- _Task brief_
Determine which lines of the records include the word "while", and copy them.

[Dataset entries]

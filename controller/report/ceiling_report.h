/* SPDX-License-Identifier: GPL-3.0-or-later */
/*
 * ceiling_report: the ceilings of a circuit as text, JSON and CSV.
 *
 * Borrows what ceiling_compute made.  JSON: whole bit/s; CSV: RFC 4180.
 */
#ifndef PLAFOND_CEILING_REPORT_H
#define PLAFOND_CEILING_REPORT_H

#include <stdio.h>

#include "ceiling/ceiling.h"

/* Both directions, and what every protocol would have. */
struct ceiling_report {
	const struct circuit *circuit;
	enum protocol protocol;		/* that of `ceilings` */
	struct ceiling ceilings[DIRECTIONS_SINGLE];
	uint64_t payload_bps[DIRECTIONS_SINGLE][PROTOCOLS];
};

int ceiling_report_make(const struct circuit *circuit,
    struct ceiling_report *out, struct error *err);
void ceiling_report_text(const struct ceiling_report *report, FILE *out);
/* -1: no memory. */
int ceiling_report_json(const struct ceiling_report *report, FILE *out);
void ceiling_report_csv(const struct ceiling_report *report, FILE *out);

#endif
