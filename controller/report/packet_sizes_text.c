/* SPDX-License-Identifier: GPL-3.0-or-later */
/* The text form of packet_sizes: a table a direction, or one for both. */
#include <inttypes.h>
#include <string.h>

#include "columns.h"
#include "report/packet_sizes.h"
#include "report/rate_unit.h"

struct table {
	const struct packet_sizes *sizes;
	const struct packet_sizes_direction *direction;
	const struct rate_unit *unit;
	struct columns *columns;
	bool udp_apart;			/* the declared transport is not udp */
	bool binding;			/* a column for it */
};

static const enum layer_level levels[] = { LEVEL_LINE, LEVEL_FRAME,
	LEVEL_PACKET };
#define SHOWN_LEVELS (sizeof(levels) / sizeof(levels[0]))

static bool
shown(const struct table *table, enum layer_level level)
{
	return level != LEVEL_FRAME || table->direction->frames;
}

static void
add_head(const struct table *table)
{
	char declared[96];
	const char *cells[COLUMNS_MAX] = { NULL };
	size_t n = 0;

	if (table->direction->frames)
		cells[n++] = "frame B";
	cells[n++] = "packet B";
	cells[n++] = table->direction->frames ? "frames/s" : "packets/s";
	for (size_t i = 0; i < SHOWN_LEVELS; i++)
		if (shown(table, levels[i]))
			cells[n++] = level_name(levels[i]);
	(void)snprintf(declared, sizeof(declared), "over %s",
	    table->sizes->top);
	cells[n++] = declared;
	if (table->udp_apart)
		cells[n++] = "over udp";
	if (table->binding)
		cells[n++] = "set by";
	columns_row(table->columns, cells);
	columns_rule(table->columns);
}

static const char *
payload_text(const struct table *table, uint64_t bps,
    char buf[RATE_CELL_SIZE])
{
	return bps == FIELD_UNSET ? "-" : rate_unit_text(table->unit, bps,
	    buf);
}

static void
add_size(const struct table *table, const struct packet_size *size)
{
	char frame[RATE_CELL_SIZE], packet[RATE_CELL_SIZE];
	char packets[RATE_CELL_SIZE], rates[SHOWN_LEVELS][RATE_CELL_SIZE];
	char declared[RATE_CELL_SIZE], udp[RATE_CELL_SIZE];
	const char *cells[COLUMNS_MAX] = { NULL };
	size_t n = 0;

	if (table->direction->frames)
		cells[n++] = rate_digits(size->bytes, 0, "", frame);
	cells[n++] = rate_digits(size->rate.packet_bytes, 0, "", packet);
	cells[n++] = rate_digits(fraction_floor(size->rate.packets_per_s), 0,
	    "", packets);
	for (size_t i = 0; i < SHOWN_LEVELS; i++)
		if (shown(table, levels[i]))
			cells[n++] = rate_unit_text(table->unit,
			    size->rate.rate_bps[levels[i]], rates[i]);
	cells[n++] = payload_text(table, size->declared_bps, declared);
	if (table->udp_apart)
		cells[n++] = payload_text(table, size->udp_bps, udp);
	if (table->binding)
		cells[n++] = size->rate.binding;
	columns_row(table->columns, cells);
}

static void
print_notes(const struct table *table, FILE *out)
{
	const struct packet_sizes_direction *d = table->direction;

	for (size_t i = 0; i < d->left_count; i++)
		(void)fprintf(out, "%s%s of %" PRIu64 " B is left out: %s\n",
		    i == 0 ? "\n" : "", d->frames ? "a frame" : "a packet",
		    d->left[i].bytes, d->left[i].why);
	if (d->contract_ignored)
		(void)fputs("\nThe contract counts above the packet: it "
		    "limits the payload only, not the frames.\n", out);
}

static bool
one_binding(const struct packet_sizes_direction *d)
{
	for (size_t i = 1; i < d->count; i++)
		if (strcmp(d->sizes[i].rate.binding,
		    d->sizes[0].rate.binding) != 0)
			return false;
	return true;
}

static uint64_t
largest_bps(const struct packet_sizes_direction *d)
{
	uint64_t largest = 0;

	for (size_t i = 0; i < d->count; i++)
		if (d->sizes[i].rate.rate_bps[LEVEL_LINE] > largest)
			largest = d->sizes[i].rate.rate_bps[LEVEL_LINE];
	return largest;
}

static void
print_direction(const struct packet_sizes *sizes, enum direction direction,
    const char *title, FILE *out)
{
	const struct packet_sizes_direction *d =
	    &sizes->directions[direction];
	struct table table = { .sizes = sizes, .direction = d,
		.unit = rate_unit_for(largest_bps(d), 0),
		.udp_apart = strcmp(sizes->top, "udp") != 0,
		.binding = !one_binding(d) };
	char alignment[COLUMNS_MAX + 1];

	(void)snprintf(alignment, sizeof(alignment), "rrrrr%s%s%s",
	    d->frames ? "rr" : "", table.udp_apart ? "r" : "",
	    table.binding ? "l" : "");
	(void)fprintf(out, "\n%s, in %s", title, table.unit->symbol);
	if (!table.binding)
		(void)fprintf(out, "; set by %s", d->sizes[0].rate.binding);
	(void)fputs("\n\n", out);
	table.columns = columns_new(alignment);
	add_head(&table);
	for (size_t i = 0; i < d->count; i++)
		add_size(&table, &d->sizes[i]);
	columns_print(table.columns, 0, out);
	columns_free(table.columns);
	print_notes(&table, out);
}

static bool
same_size(const struct packet_size *left, const struct packet_size *right)
{
	return left->bytes == right->bytes &&
	    memcmp(left->rate.rate_bps, right->rate.rate_bps,
	    sizeof(left->rate.rate_bps)) == 0 &&
	    left->declared_bps == right->declared_bps &&
	    left->udp_bps == right->udp_bps &&
	    strcmp(left->rate.binding, right->rate.binding) == 0;
}

static bool
directions_alike(const struct packet_sizes *sizes)
{
	const struct packet_sizes_direction *left = &sizes->directions[0];
	const struct packet_sizes_direction *right = &sizes->directions[1];

	if (left->count != right->count ||
	    left->left_count != right->left_count)
		return false;
	for (size_t i = 0; i < left->count; i++)
		if (!same_size(&left->sizes[i], &right->sizes[i]))
			return false;
	return true;
}

void
packet_sizes_text(const struct packet_sizes *sizes, FILE *out)
{
	enum direction d;

	(void)fprintf(out, "%s: %s of the sizes of RFC 2544 section 9.1 and "
	    "the largest\n", sizes->circuit,
	    sizes->directions[DIRECTION_A_TO_B].frames ? "frames" :
	    "packets");
	if (sizes->reference) {
		(void)fputs("its medium is a reference and has no ceiling\n",
		    out);
		return;
	}
	if (directions_alike(sizes))
		print_direction(sizes, DIRECTION_A_TO_B,
		    "both directions alike", out);
	else
		for (d = 0; d < DIRECTIONS_SINGLE; d++)
			print_direction(sizes, d, direction_name(d), out);
	(void)fputs("\nOne direction, nothing in the other.  \"over\": the "
	    "payload of packets of that\nsize, \"-\" where they have no room "
	    "for it or the layers make none of that size.\n", out);
}
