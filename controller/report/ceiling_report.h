/* SPDX-License-Identifier: GPL-3.0-or-later */
/*
 * ceiling_report: the ceilings of a circuit as text, JSON and CSV.
 *
 * Of the declared stack as it stands, with what both directions at once have,
 * the declared conditions and the figures that follow from them, beside the
 * payload of the transports that a trial can use.  JSON: whole bit/s; CSV: RFC
 * 4180.
 */
#ifndef PLAFOND_CEILING_REPORT_H
#define PLAFOND_CEILING_REPORT_H

#include <stdio.h>

#include "ceiling/ceiling.h"
#include "ceiling/condition.h"
#include "ceiling/path.h"

/* What the ceiling of one direction is while the other has the same load. */
struct both_report {
	uint64_t low_bps, high_bps;	/* payload, each way */
	/* Segments an acknowledgement, of low and of high; 0: they take
	 * nothing. */
	double low_segments, high_segments;
};

/* Of a segment in the direction a-to-b. */
struct segment_report {
	enum duplex duplex;
	uint64_t tolerance_ppm;
	enum accuracy accuracy;		/* the worst of medium and layers */
};

struct ceiling_report {
	const struct circuit *circuit;	/* borrowed */
	/* Of the declared stack, conditions included. */
	struct ceiling ceilings[DIRECTIONS_SINGLE];
	struct both_report both[DIRECTIONS_SINGLE];
	struct condition_figures figures[DIRECTIONS_SINGLE];
	struct segment_report segments[SEGMENTS_MAX];
	uint64_t payload_bps[DIRECTIONS_SINGLE][PROTOCOLS];
};

/* -1 (ERROR_INPUT): as ceiling_of_load. */
int ceiling_report_make(const struct circuit *circuit,
    struct ceiling_report *out, struct error *err);
void ceiling_report_text(const struct ceiling_report *report, FILE *out);
/* -1: no memory. */
int ceiling_report_json(const struct ceiling_report *report, FILE *out);
void ceiling_report_csv(const struct ceiling_report *report, FILE *out);

/* The parts of the text that stand below the ladder (ceiling_notes.c). */
struct rate_unit;
void ceiling_text_both(const struct ceiling_report *report,
    enum direction direction, const char *way, const struct rate_unit *unit,
    FILE *out);
void ceiling_text_figures(const struct ceiling_report *report,
    enum direction direction, const struct rate_unit *unit, FILE *out);
void ceiling_text_accuracy(const struct ceiling_report *report, FILE *out);

#endif
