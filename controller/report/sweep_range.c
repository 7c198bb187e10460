/* SPDX-License-Identifier: GPL-3.0-or-later */
/* The range of a sweep: KEY=FROM..TO[:STEP] and its values. */
#include <inttypes.h>
#include <math.h>
#include <string.h>

#include "declare/circuit.h"
#include "error.h"
#include "log.h"
#include "report/sweep.h"

#define FORM "KEY=FROM..TO[:STEP], such as 'mtu=64 B..1500 B:64 B'"
#define DEFAULT_PARTS 10	/* a tenth of the range */
/* A double holds 15 decimal digits; a quantity's text 18 after the point. */
#define REAL_DIGITS 15
#define DECIMALS_MAX 18
#define TEXT_SIZE 128

/* What a kind is called that is no number. */
static const char *const kinds[] = {
	[FIELD_TEXT] = "a text",
	[FIELD_QUANTITY] = NULL,
	[FIELD_REAL] = NULL,
	[FIELD_COUNT] = NULL,
	[FIELD_YES_NO] = "yes or no",
	[FIELD_CHOICE] = "a choice",
	[FIELD_MAPPING] = "a mapping",
	[FIELD_LIST] = "a list",
	[FIELD_CUSTOM] = "no number",
};

/* The words of the text. */
struct words {
	char key[SWEEP_KEY_SIZE];
	char from[TEXT_SIZE], to[TEXT_SIZE], step[TEXT_SIZE];	/* step "" */
};

static int
copy_word(char *out, size_t size, const char *text, size_t length)
{
	while (length > 0 && text[length - 1] == ' ')
		length--;
	while (length > 0 && *text == ' ') {
		text++;
		length--;
	}
	if (length >= size)
		return -1;
	memcpy(out, text, length);
	out[length] = '\0';
	return 0;
}

static int
split(const char *text, struct words *out, struct error *err)
{
	const char *equals = strchr(text, '='), *dots, *colon, *end;
	char found[TEXT_SIZE];

	dots = equals != NULL ? strstr(equals, "..") : NULL;
	if (dots == NULL)
		goto refused;
	end = dots + strlen(dots);
	colon = strchr(dots, ':');
	if (copy_word(out->key, sizeof(out->key), text,
	    (size_t)(equals - text)) == -1 ||
	    copy_word(out->from, sizeof(out->from), equals + 1,
	    (size_t)(dots - equals - 1)) == -1 ||
	    copy_word(out->to, sizeof(out->to), dots + 2,
	    (size_t)((colon != NULL ? colon : end) - dots - 2)) == -1)
		goto refused;
	out->step[0] = '\0';
	if (colon != NULL && (copy_word(out->step, sizeof(out->step),
	    colon + 1, (size_t)(end - colon - 1)) == -1 ||
	    out->step[0] == '\0'))
		goto refused;
	if (out->key[0] != '\0' && out->from[0] != '\0' &&
	    out->to[0] != '\0')
		return 0;
refused:
	return error_set(err, ERROR_USAGE, "found '%s', allowed: " FORM,
	    log_escape(text, found, sizeof(found)));
}

/* "; below it can be swept: snr, noise-figure" */
static void
append_numbers(const struct field *rows, char *buf, size_t size)
{
	const struct field *row;
	size_t used = 0;

	buf[0] = '\0';
	for (row = rows; rows != NULL && row->name != NULL; row++) {
		if (kinds[row->kind] != NULL || used >= size)
			continue;
		(void)snprintf(buf + used, size - used, "%s%s", used == 0 ?
		    "; below it can be swept: " : ", ", row->name);
		used += strlen(buf + used);
	}
}

static int
find_number(const struct node *root, const struct field *rows,
    const char *key, const struct field **out, struct error *err)
{
	const struct field *below;
	char numbers[300];

	if (field_find(root, rows, key, out, &below, err) == -1)
		return -1;
	if (kinds[(*out)->kind] == NULL)
		return 0;
	append_numbers(below, numbers, sizeof(numbers));
	return error_set(err, ERROR_USAGE, "%s is %s and cannot be swept%s",
	    key, kinds[(*out)->kind], numbers);
}

static bool
is_real(const struct field *field)
{
	return field->kind == FIELD_REAL;
}

/* One of FROM, TO, STEP; `what` names it. */
static int
read_number(const struct field *field, const char *what, const char *text,
    uint64_t *whole, double *real, struct error *err)
{
	struct field plain = *field;
	struct error why = { 0 };
	char allowed[256], found[TEXT_SIZE];
	int rc;

	if (field->kind == FIELD_COUNT)
		rc = units_parse_count(text, 0, FIELD_UNSET - 1, whole, &why);
	else if (field->kind == FIELD_QUANTITY)
		rc = units_parse(text, field->dimension, whole, &why);
	else
		rc = units_parse_real(text, field->dimension, real, &why);
	if (rc == 0)
		return 0;
	plain.per_direction = false;
	return error_set(err, ERROR_USAGE, "%s: found '%s', allowed: %s%s%s%s",
	    what, log_escape(text, found, sizeof(found)),
	    field_allowed(&plain, allowed, sizeof(allowed)),
	    field->kind == FIELD_COUNT ? "" : " (",
	    field->kind == FIELD_COUNT ? "" : why.cause,
	    field->kind == FIELD_COUNT ? "" : ")");
}

/* STEP of a level in dBm is a ratio in dB. */
static int
read_step(const struct field *field, const char *text, uint64_t *whole,
    double *real, struct error *err)
{
	struct field ratio = *field;
	struct error ignored;

	if (is_real(field) && field->dimension == DIMENSION_LEVEL) {
		ratio.dimension = DIMENSION_DECIBEL;
		ratio.real_min = ratio.real_max = 0;
		if (read_number(&ratio, "STEP", text, whole, real,
		    &ignored) == 0)
			return 0;
	}
	return read_number(field, "STEP", text, whole, real, err);
}

/* The symbol after the number. */
static void
take_unit(const char *text, char unit[SWEEP_UNIT_SIZE])
{
	text += strspn(text, "-0123456789. ");
	(void)snprintf(unit, SWEEP_UNIT_SIZE, "%s", text);
}

static int
refuse_empty(const struct words *words, struct error *err)
{
	return error_set(err, ERROR_USAGE, "FROM '%s' is above TO '%s', "
	    "allowed: from low to high", words->from, words->to);
}

static int
refuse_step(const struct words *words, struct error *err)
{
	return error_set(err, ERROR_USAGE, "STEP: found '%s', allowed: more "
	    "than 0", words->step);
}

static int
check_count(double points, struct sweep_range *out, struct error *err)
{
	if (points > SWEEP_POINTS_MAX)
		return error_set(err, ERROR_USAGE, "found %.0f points, "
		    "allowed: 1 to %d; a larger STEP or a smaller range makes "
		    "fewer", points, SWEEP_POINTS_MAX);
	out->count = (size_t)points;
	return 0;
}

static int
read_whole(const struct words *words, struct sweep_range *out,
    struct error *err)
{
	uint64_t range;

	if (read_number(out->field, "FROM", words->from, &out->from, NULL,
	    err) == -1 || read_number(out->field, "TO", words->to, &out->to,
	    NULL, err) == -1)
		return -1;
	if (out->from > out->to)
		return refuse_empty(words, err);
	range = out->to - out->from;
	if (words->step[0] == '\0' && range >= DEFAULT_PARTS &&
	    out->field->kind == FIELD_QUANTITY) {
		out->count = DEFAULT_PARTS + 1;
		return 0;
	}
	if (words->step[0] == '\0')	/* what is counted has even steps */
		out->step = range < DEFAULT_PARTS ? 1 : range / DEFAULT_PARTS;
	else if (read_step(out->field, words->step, &out->step, NULL,
	    err) == -1)
		return -1;
	if (out->step == 0)
		return refuse_step(words, err);
	range /= out->step;
	return check_count((double)range + 1.0, out, err);
}

/* How large one of the unit is. */
static long double
unit_size(const struct sweep_range *range)
{
	char one[SWEEP_UNIT_SIZE + 4];
	struct error ignored;
	double size = 1;

	(void)snprintf(one, sizeof(one), "1 %s", range->unit);
	if (range->unit[0] == '\0' || units_parse_real(one,
	    range->field->dimension, &size, &ignored) == -1)
		return 1;
	/* The nearest double of 0.01 is none of the digits of 1 %. */
	return size < 1 ? 1 / roundl(1 / (long double)size) : size;
}

/* Digits after the point that a double of this size can be sure of. */
static unsigned
sure_digits(long double largest)
{
	int before = largest > 0 ? (int)floorl(log10l(largest)) + 1 : 0;

	if (REAL_DIGITS - before > DECIMALS_MAX)
		return DECIMALS_MAX;
	return before < REAL_DIGITS ? (unsigned)(REAL_DIGITS - before) : 0;
}

static int
read_reals(const struct words *words, struct sweep_range *out,
    struct error *err)
{
	double from = 0, to = 0, step = 0;
	long double size = unit_size(out);

	if (read_number(out->field, "FROM", words->from, NULL, &from,
	    err) == -1 ||
	    read_number(out->field, "TO", words->to, NULL, &to, err) == -1)
		return -1;
	if (from > to)
		return refuse_empty(words, err);
	out->real_from = from / size;
	out->real_to = to / size;
	out->real_digits = sure_digits(fmaxl(fabsl(out->real_from),
	    fabsl(out->real_to)));
	if (words->step[0] == '\0') {
		out->count = to > from ? DEFAULT_PARTS + 1 : 1;
		out->real_step = (out->real_to - out->real_from) /
		    DEFAULT_PARTS;
		return 0;
	}
	if (read_step(out->field, words->step, NULL, &step, err) == -1)
		return -1;
	if (!(step > 0))
		return refuse_step(words, err);
	out->real_step = step / size;
	/* TO belongs to the range though no double holds a tenth. */
	return check_count(floor((to - from) / step * (1 + 1e-12) + 1e-9) + 1,
	    out, err);
}

/* Whole units with decimals: 1500 kbit/s stays so where FROM was in kbit/s. */
static const char *
write_whole(const struct sweep_range *range, uint64_t value,
    char buf[SWEEP_VALUE_SIZE])
{
	enum dimension dimension = range->field->dimension;
	char one[SWEEP_UNIT_SIZE + 4], decimals[DECIMALS_MAX + 1];
	uint128 rest;
	uint64_t size = 0;
	struct error ignored;
	size_t i;

	(void)snprintf(one, sizeof(one), "1 %s", range->unit);
	if (units_parse(one, dimension, &size, &ignored) == -1 || size == 0)
		return units_format_exact(value, dimension, buf,
		    SWEEP_VALUE_SIZE);
	rest = value % size;
	for (i = 0; i < DECIMALS_MAX && rest != 0; i++) {
		rest *= 10;
		decimals[i] = (char)('0' + (char)(rest / size));
		rest %= size;
	}
	decimals[i] = '\0';
	if (rest != 0)
		return units_format_exact(value, dimension, buf,
		    SWEEP_VALUE_SIZE);
	(void)snprintf(buf, SWEEP_VALUE_SIZE, "%" PRIu64 "%s%s %s",
	    value / size, i > 0 ? "." : "", decimals, range->unit);
	return buf;
}

static const char *
write_real(const struct sweep_range *range, long double value,
    char buf[SWEEP_VALUE_SIZE])
{
	char digits[SWEEP_VALUE_SIZE - SWEEP_UNIT_SIZE - 1], *end;

	(void)snprintf(digits, sizeof(digits), "%.*Lf",
	    (int)range->real_digits, value);
	if (strchr(digits, '.') != NULL) {
		end = digits + strlen(digits);
		while (end[-1] == '0')
			*--end = '\0';
		if (end[-1] == '.')
			*--end = '\0';
	}
	(void)snprintf(buf, SWEEP_VALUE_SIZE, "%s%s%s",
	    strcmp(digits, "-0") == 0 ? "0" : digits,
	    range->unit[0] != '\0' ? " " : "", range->unit);
	return buf;
}

const char *
sweep_range_value(const struct sweep_range *range, size_t i,
    char buf[SWEEP_VALUE_SIZE])
{
	uint64_t value;

	if (is_real(range->field))
		return write_real(range, range->real_from +
		    (long double)i * range->real_step, buf);
	value = range->step != 0 ? range->from + i * range->step :
	    range->from + scale_u64(range->to - range->from, i, DEFAULT_PARTS);
	if (range->field->kind == FIELD_QUANTITY)
		return write_whole(range, value, buf);
	(void)snprintf(buf, SWEEP_VALUE_SIZE, "%" PRIu64, value);
	return buf;
}

/* The first and the last must lie within the field's own limits. */
static int
check_ends(const struct sweep_range *range, struct error *err)
{
	const size_t ends[] = { 0, range->count - 1 };
	char value[SWEEP_VALUE_SIZE];
	union {
		uint64_t whole;
		double real;
	} ignored;

	for (size_t i = 0; i < sizeof(ends) / sizeof(ends[0]); i++)
		if (field_set_text(range->field, sweep_range_value(range,
		    ends[i], value), NULL, &ignored, err) == -1)
			return -1;
	return 0;
}

int
sweep_range_read(const char *text, const struct node *root,
    const struct field *rows, struct sweep_range *out, struct error *err)
{
	struct words words;
	int rc;

	memset(out, 0, sizeof(*out));
	if (split(text, &words, err) == -1) {
		error_wrap(err, "--sweep");
		return -1;
	}
	(void)snprintf(out->key, sizeof(out->key), "%s", words.key);
	take_unit(words.from, out->unit);
	rc = find_number(root, rows, words.key, &out->field, err);
	if (rc == 0)
		rc = is_real(out->field) ? read_reals(&words, out, err) :
		    read_whole(&words, out, err);
	if (rc == 0)
		rc = check_ends(out, err);
	if (rc == -1)
		error_wrap(err, "--sweep %s", out->key);
	return rc;
}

- _Completed exercise_
/* What the ceiling of one direction is while the other has the same load. */
	while (length > 0 && text[length - 1] == ' ')
	while (length > 0 && *text == ' ') {
		while (end[-1] == '0')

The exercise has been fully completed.